Stored data
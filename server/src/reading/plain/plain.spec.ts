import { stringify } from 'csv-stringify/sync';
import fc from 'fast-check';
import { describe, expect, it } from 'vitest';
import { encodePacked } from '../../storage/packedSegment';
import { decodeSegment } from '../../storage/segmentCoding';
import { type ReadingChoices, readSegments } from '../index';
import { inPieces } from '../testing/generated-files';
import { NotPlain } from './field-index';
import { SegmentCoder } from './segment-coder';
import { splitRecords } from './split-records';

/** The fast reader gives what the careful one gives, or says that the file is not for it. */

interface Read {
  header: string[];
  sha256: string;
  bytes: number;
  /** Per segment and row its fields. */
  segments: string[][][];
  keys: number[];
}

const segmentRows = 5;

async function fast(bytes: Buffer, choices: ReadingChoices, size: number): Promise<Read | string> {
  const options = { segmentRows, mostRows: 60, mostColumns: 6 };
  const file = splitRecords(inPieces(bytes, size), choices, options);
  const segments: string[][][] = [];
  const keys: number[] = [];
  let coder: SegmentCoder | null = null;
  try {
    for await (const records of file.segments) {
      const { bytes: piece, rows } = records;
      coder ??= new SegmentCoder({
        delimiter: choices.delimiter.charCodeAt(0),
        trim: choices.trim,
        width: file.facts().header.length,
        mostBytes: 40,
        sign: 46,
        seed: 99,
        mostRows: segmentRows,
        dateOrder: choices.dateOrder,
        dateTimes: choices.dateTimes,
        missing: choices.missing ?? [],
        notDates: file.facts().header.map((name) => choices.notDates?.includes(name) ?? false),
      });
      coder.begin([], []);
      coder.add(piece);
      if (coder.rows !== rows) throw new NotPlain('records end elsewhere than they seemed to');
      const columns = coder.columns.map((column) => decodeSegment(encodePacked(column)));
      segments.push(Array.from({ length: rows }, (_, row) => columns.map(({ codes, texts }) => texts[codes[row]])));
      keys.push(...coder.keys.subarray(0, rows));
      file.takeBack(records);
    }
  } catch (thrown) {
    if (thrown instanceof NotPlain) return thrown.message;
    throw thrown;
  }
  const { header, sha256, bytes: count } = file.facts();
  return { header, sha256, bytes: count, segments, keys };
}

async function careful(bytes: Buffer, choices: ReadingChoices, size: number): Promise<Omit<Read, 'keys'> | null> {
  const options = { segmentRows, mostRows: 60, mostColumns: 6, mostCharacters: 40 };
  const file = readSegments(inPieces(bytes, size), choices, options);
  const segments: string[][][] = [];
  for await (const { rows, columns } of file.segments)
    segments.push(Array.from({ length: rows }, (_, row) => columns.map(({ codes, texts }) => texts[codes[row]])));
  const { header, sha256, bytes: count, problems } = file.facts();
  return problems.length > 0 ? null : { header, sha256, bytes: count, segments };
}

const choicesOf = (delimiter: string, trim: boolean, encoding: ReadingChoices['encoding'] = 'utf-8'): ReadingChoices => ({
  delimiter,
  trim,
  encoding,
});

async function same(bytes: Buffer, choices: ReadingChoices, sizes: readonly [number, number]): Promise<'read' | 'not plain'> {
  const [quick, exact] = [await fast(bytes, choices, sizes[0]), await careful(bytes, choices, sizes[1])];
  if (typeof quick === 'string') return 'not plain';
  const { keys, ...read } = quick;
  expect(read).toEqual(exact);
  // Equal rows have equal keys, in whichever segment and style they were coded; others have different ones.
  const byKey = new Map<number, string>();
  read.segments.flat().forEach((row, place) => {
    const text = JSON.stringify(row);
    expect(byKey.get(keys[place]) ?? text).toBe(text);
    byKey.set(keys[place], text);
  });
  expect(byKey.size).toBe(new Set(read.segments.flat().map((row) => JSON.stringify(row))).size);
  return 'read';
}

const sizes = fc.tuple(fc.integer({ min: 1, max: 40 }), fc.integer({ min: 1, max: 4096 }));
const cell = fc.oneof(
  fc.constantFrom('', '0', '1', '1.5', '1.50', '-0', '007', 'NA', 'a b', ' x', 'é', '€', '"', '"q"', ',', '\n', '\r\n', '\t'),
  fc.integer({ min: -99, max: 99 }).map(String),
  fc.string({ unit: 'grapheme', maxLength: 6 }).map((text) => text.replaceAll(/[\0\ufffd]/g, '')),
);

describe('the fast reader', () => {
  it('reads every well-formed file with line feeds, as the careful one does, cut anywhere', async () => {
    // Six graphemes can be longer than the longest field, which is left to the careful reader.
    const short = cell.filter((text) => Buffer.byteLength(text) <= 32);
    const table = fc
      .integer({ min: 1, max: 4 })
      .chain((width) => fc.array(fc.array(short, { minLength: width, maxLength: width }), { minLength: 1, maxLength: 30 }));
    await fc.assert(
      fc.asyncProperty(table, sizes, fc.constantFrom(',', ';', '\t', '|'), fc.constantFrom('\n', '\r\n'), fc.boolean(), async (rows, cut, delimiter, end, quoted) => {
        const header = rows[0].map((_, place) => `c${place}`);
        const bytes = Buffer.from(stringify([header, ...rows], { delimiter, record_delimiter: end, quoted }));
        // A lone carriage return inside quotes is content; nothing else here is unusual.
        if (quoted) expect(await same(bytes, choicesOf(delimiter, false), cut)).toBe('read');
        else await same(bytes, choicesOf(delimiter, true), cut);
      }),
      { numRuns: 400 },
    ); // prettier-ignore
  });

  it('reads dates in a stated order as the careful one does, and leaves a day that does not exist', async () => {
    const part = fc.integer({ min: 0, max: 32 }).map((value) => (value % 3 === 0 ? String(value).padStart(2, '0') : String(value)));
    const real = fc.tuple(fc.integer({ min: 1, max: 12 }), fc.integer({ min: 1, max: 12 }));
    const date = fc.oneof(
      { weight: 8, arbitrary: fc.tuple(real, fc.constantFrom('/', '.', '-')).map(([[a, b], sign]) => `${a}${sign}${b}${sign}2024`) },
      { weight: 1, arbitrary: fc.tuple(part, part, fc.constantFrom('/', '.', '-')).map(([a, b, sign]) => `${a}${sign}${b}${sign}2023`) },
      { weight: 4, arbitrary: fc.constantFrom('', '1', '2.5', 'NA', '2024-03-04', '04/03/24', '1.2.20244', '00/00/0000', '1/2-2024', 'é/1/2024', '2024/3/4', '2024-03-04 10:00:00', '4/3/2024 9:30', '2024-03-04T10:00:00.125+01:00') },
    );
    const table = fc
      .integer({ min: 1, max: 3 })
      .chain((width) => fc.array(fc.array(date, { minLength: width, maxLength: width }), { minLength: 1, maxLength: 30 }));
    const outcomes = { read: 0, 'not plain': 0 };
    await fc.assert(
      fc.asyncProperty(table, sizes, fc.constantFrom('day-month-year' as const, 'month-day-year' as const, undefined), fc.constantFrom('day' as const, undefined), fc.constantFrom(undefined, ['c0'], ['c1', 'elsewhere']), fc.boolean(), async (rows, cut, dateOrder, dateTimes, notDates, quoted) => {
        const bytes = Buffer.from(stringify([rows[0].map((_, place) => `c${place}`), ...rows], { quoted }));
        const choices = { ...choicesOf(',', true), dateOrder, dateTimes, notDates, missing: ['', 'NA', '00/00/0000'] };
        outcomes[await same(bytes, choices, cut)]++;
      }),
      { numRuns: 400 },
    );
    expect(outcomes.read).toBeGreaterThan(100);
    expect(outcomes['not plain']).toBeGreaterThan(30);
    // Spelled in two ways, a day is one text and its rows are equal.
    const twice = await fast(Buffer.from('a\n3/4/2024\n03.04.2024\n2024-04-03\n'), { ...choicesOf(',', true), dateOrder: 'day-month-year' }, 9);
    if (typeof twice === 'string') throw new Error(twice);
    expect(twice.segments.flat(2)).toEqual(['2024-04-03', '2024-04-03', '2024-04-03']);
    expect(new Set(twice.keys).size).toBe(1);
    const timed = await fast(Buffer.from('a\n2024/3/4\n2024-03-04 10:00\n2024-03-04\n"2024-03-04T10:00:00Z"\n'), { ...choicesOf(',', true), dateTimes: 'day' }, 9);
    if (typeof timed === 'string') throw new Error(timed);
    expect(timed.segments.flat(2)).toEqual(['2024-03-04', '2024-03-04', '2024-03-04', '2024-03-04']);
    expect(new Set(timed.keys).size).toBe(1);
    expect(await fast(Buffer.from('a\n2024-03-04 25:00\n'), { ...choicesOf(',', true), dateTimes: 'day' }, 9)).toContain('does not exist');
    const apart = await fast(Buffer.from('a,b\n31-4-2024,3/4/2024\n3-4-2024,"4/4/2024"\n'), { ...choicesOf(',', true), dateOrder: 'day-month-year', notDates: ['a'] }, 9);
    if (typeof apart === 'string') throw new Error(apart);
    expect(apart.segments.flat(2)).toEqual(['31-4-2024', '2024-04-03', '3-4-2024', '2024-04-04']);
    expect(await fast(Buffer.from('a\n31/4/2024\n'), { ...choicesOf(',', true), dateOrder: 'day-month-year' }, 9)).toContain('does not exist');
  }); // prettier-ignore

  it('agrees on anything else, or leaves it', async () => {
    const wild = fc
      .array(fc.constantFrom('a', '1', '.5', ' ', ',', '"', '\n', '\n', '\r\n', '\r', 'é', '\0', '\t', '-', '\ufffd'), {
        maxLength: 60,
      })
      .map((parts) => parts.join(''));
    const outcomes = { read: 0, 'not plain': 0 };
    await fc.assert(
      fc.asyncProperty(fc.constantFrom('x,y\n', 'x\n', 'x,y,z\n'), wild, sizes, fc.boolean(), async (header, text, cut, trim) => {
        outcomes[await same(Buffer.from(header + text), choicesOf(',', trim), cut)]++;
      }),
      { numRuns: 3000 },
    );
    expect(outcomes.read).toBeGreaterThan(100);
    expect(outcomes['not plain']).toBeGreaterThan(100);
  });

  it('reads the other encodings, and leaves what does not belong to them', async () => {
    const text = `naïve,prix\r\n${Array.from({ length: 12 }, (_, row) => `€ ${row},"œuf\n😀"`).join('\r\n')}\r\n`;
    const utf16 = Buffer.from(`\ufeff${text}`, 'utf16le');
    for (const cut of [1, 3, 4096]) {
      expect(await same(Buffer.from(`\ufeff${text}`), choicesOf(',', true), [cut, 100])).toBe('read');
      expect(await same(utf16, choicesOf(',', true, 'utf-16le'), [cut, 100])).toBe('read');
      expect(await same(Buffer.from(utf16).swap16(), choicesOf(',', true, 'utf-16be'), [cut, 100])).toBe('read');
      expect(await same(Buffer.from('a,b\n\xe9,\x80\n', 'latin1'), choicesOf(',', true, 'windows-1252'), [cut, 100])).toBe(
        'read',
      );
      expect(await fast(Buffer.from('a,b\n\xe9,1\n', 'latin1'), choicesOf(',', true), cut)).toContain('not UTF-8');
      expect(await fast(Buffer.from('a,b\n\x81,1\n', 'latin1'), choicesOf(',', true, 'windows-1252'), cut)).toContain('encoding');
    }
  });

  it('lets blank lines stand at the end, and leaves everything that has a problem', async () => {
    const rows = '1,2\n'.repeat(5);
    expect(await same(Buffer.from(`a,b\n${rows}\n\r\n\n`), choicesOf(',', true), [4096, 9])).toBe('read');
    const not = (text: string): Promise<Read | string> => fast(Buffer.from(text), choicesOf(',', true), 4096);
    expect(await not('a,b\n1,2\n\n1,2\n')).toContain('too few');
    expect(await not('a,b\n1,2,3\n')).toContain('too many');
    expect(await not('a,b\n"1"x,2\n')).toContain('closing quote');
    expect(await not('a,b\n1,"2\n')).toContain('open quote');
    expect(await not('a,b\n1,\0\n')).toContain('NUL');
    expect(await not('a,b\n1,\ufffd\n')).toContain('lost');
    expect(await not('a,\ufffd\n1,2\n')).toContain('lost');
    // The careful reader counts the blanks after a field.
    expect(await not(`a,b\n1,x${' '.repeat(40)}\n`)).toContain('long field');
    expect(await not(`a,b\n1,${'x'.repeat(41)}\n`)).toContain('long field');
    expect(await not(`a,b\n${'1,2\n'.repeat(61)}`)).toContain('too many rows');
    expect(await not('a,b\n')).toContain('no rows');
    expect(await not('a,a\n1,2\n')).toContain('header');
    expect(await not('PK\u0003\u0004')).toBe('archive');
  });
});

PROBLEM STATEMENT: All lines that contain the word "quick" must be copied from the records above.

WRITTEN SOLUTION:
  const [quick, exact] = [await fast(bytes, choices, sizes[0]), await careful(bytes, choices, sizes[1])];
  if (typeof quick === 'string') return 'not plain';
  const { keys, ...read } = quick;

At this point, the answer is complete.